The house was cool. Phil didn’t know if that made sense, but as he looked around the dark room, empty save new, uncomfortable looking furniture and a few of the doctored photos of Dan and him. Those pictures held fake memories, the kind that most people would laugh warmly about and go on to tell the story about how Aunt Suzie fainted when she realized little Philly was marrying boy, but instead they had stiff, rehearsed stories that felt as cold as this mostly-empty room.

Phil shivered.

He sat the box he was carrying (marked in big bold letters LIVING ROOM) and backed out the open door, trying to get back into the warmth of the sun. He backed into something sharp, that dug into his back like a stone.

“Hey,” Dan said, obviously annoyed, “Watch out.”

Phil sidestepped, one foot ending up in the bushes. Speaking of cold.

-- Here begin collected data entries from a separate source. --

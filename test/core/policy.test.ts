import { describe, expect, it } from 'vitest';
import { createGaussianPolicy, logDensity, policyMean, PolicyError, sampleAction } from '../../src/core/policy';
import { createRandom } from '../../src/core/random';
import { normalCdf } from '../../src/core/normalDistribution';

// 1/√(2π) = 0.3989422804014327 (the standard normal density at 0; common practice).
const LOG_PHI0 = Math.log(0.3989422804014327);

describe('Gaussian policy', () => {
  const policy = createGaussianPolicy({ offset: [1], gain: [[2, -1]], std: [0.5] }, 2);

  it('has the affine mean offset + G·s', () => {
    const out = new Float64Array(1);
    policyMean(policy, [3, 4], out);
    expect(out[0]).toBe(1 + 6 - 4);
  });

  it('log-density equals the normal density formula', () => {
    // At a = μ + σ·z: log φ(z) − log σ with φ(z) = φ(0)·exp(−z²/2).
    const z = 1.3;
    expect(logDensity(policy, [3, 4], [3 + 0.5 * z])).toBeCloseTo(LOG_PHI0 - z * z / 2 - Math.log(0.5), 12);
  });

  it('clipped bounds put mass Φ(α) at the lower limit', () => {
    const clipped = createGaussianPolicy({ offset: [0], gain: [[0]], std: [1], bounds: { lo: [-1], hi: [2], mode: 'clip' } }, 1);
    expect(logDensity(clipped, [0], [-1])).toBeCloseTo(Math.log(normalCdf(-1)), 12);
    expect(logDensity(clipped, [0], [-1.5])).toBe(-Infinity);
  });

  it('full-covariance log-density matches the bivariate normal formula', () => {
    // Bivariate normal density with correlation ρ (any probability text, e.g. Papoulis, §6-3).
    const s1 = 2, s2 = 0.5, rho = 0.6;
    const p = createGaussianPolicy({ offset: [0, 0], gain: [[0], [0]], covariance: [[s1 * s1, rho * s1 * s2], [rho * s1 * s2, s2 * s2]] }, 1);
    const [x, y] = [0.7, -0.3];
    const q = (x * x) / (s1 * s1) - (2 * rho * x * y) / (s1 * s2) + (y * y) / (s2 * s2);
    const expected = -Math.log(2 * Math.PI * s1 * s2 * Math.sqrt(1 - rho * rho)) - q / (2 * (1 - rho * rho));
    expect(logDensity(p, [0], [x, y])).toBeCloseTo(expected, 12);
  });

  it('samples with the right mean and standard deviation (within 4 standard errors)', () => {
    const rng = createRandom(7);
    const n = 40_000, out = new Float64Array(1);
    let sum = 0, sumSq = 0;
    for (let i = 0; i < n; i++) {
      sampleAction(policy, [3, 4], rng, out);
      sum += out[0];
      sumSq += out[0] * out[0];
    }
    const mean = sum / n, variance = sumSq / n - mean * mean;
    expect(Math.abs(mean - 3)).toBeLessThan(4 * 0.5 / Math.sqrt(n));
    // SE of the sample variance ≈ σ²·√(2/n) for a normal (common practice).
    expect(Math.abs(variance - 0.25)).toBeLessThan(4 * 0.25 * Math.sqrt(2 / n));
  });

  it('rejects shapes that do not fit, naming the field', () => {
    expect(() => createGaussianPolicy({ offset: [0], gain: [[1]], std: [1] }, 2)).toThrow(/gain row 1: expected 2 entries/);
    expect(() => createGaussianPolicy({ offset: [0], gain: [[1]], std: [0] }, 1)).toThrow(PolicyError);
  });
});
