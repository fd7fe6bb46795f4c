/** Times and durations as written for a reader; the calendar values are checked against the JavaScript Date of the same instant (ECMA-262 time values, UTC). */
import { describe, expect, it } from 'vitest';
import { clockText, dateEntryText, dateText, durationText, isCalendarClock, isoTimeText } from '../../src/core/clockText';

describe('readable times', () => {
  it('durations in the two largest units that matter', () => {
    expect(durationText(60)).toBe('1 min');
    expect(durationText(59.5)).toBe('59.5 s');
    expect(durationText(12_000)).toBe('3 h 20 min');
    expect(durationText(7199)).toBe('1 h 59 min'); // truncated, never "1 h 60 min"
    expect(durationText(2 * 86400 + 4 * 3600 + 5)).toBe('2 d 4 h');
    expect(durationText(0.25)).toBe('0.25 s');
  });

  it('calendar times without milliseconds, seconds only when not zero', () => {
    const t = Date.UTC(2024, 2, 1, 6, 0, 10) / 1000;
    expect(dateText(t)).toBe('1 Mar 2024 06:00:10');
    expect(dateText(t - 10.4)).toBe('1 Mar 2024 06:00');
    expect(dateEntryText(t)).toBe('2024-03-01 06:00:10');
    expect(isCalendarClock(t)).toBe(true);
    expect(isCalendarClock(3600)).toBe(false);
    expect(clockText(3600, false)).toBe('1 h');
  });
});

describe('an ISO time for a reader', () => {
  it('writes the UTC minute with a short or full month name, and leaves a non-time as it is', () => {
    // The instant is built with JavaScript's own Date.UTC (the reference); seconds and milliseconds are dropped.
    const iso = new Date(Date.UTC(2026, 11, 2, 14, 41, 37, 512)).toISOString();
    expect(isoTimeText(iso)).toBe('2 Dec 2026, 14:41 UTC');
    expect(isoTimeText(iso, 'full')).toBe('2 December 2026, 14:41 UTC');
    expect(isoTimeText('not a time')).toBe('not a time');
  });
});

He didn’t think Dan liked him very much. The feeling wasn’t mutual, Phil actually thought Dan was quite a nice man. He was just oddly standoffish, and a little jumpy. Phil was almost certain it was anxiety. He’d seen it time and time again in his colleagues, in Martyn, and in himself, if he was being honest with himself. He wasn’t honest on the forms, though, because it wasn’t that bad. (Hint: it was.)

Anxiety made sense.

He just wished they’d had a moment to actually get to know each other before they were married, for Pete’s sake. According to Dan, he’d come to the Agency for help in this case months ago, so why could they not have met then? Martyn’d just been promoted, and according to Director Jones, they had been piecing this plan together since then. Why couldn’t they have built a friendship before they were told they have to “be in love.”

Just trust the Agency, that’s what Phil’s head said as he went to grab another box.

***  
Dinner was full of awkward silence.

They sat across from each other, picking at the takeout Dan had gone to pick up earlier.

“Soooooo,” Phil said, tired of the tension in the air, “I’m Phil. I like plants, I’m a spy, and I hate cheese.”

“I’m Dan. I like black, I’m a detective, and I have no opinions on cheese.”

That went nowhere.

***

They sat down after dinner to watch some show. Dan had no clue what it was, he just slipped into the folds of the couch and pulled out his phone, the TV background noise.

The doorbell rang.

“I’ll get it,” Phil said, dragging himself to the door. Dan looked up.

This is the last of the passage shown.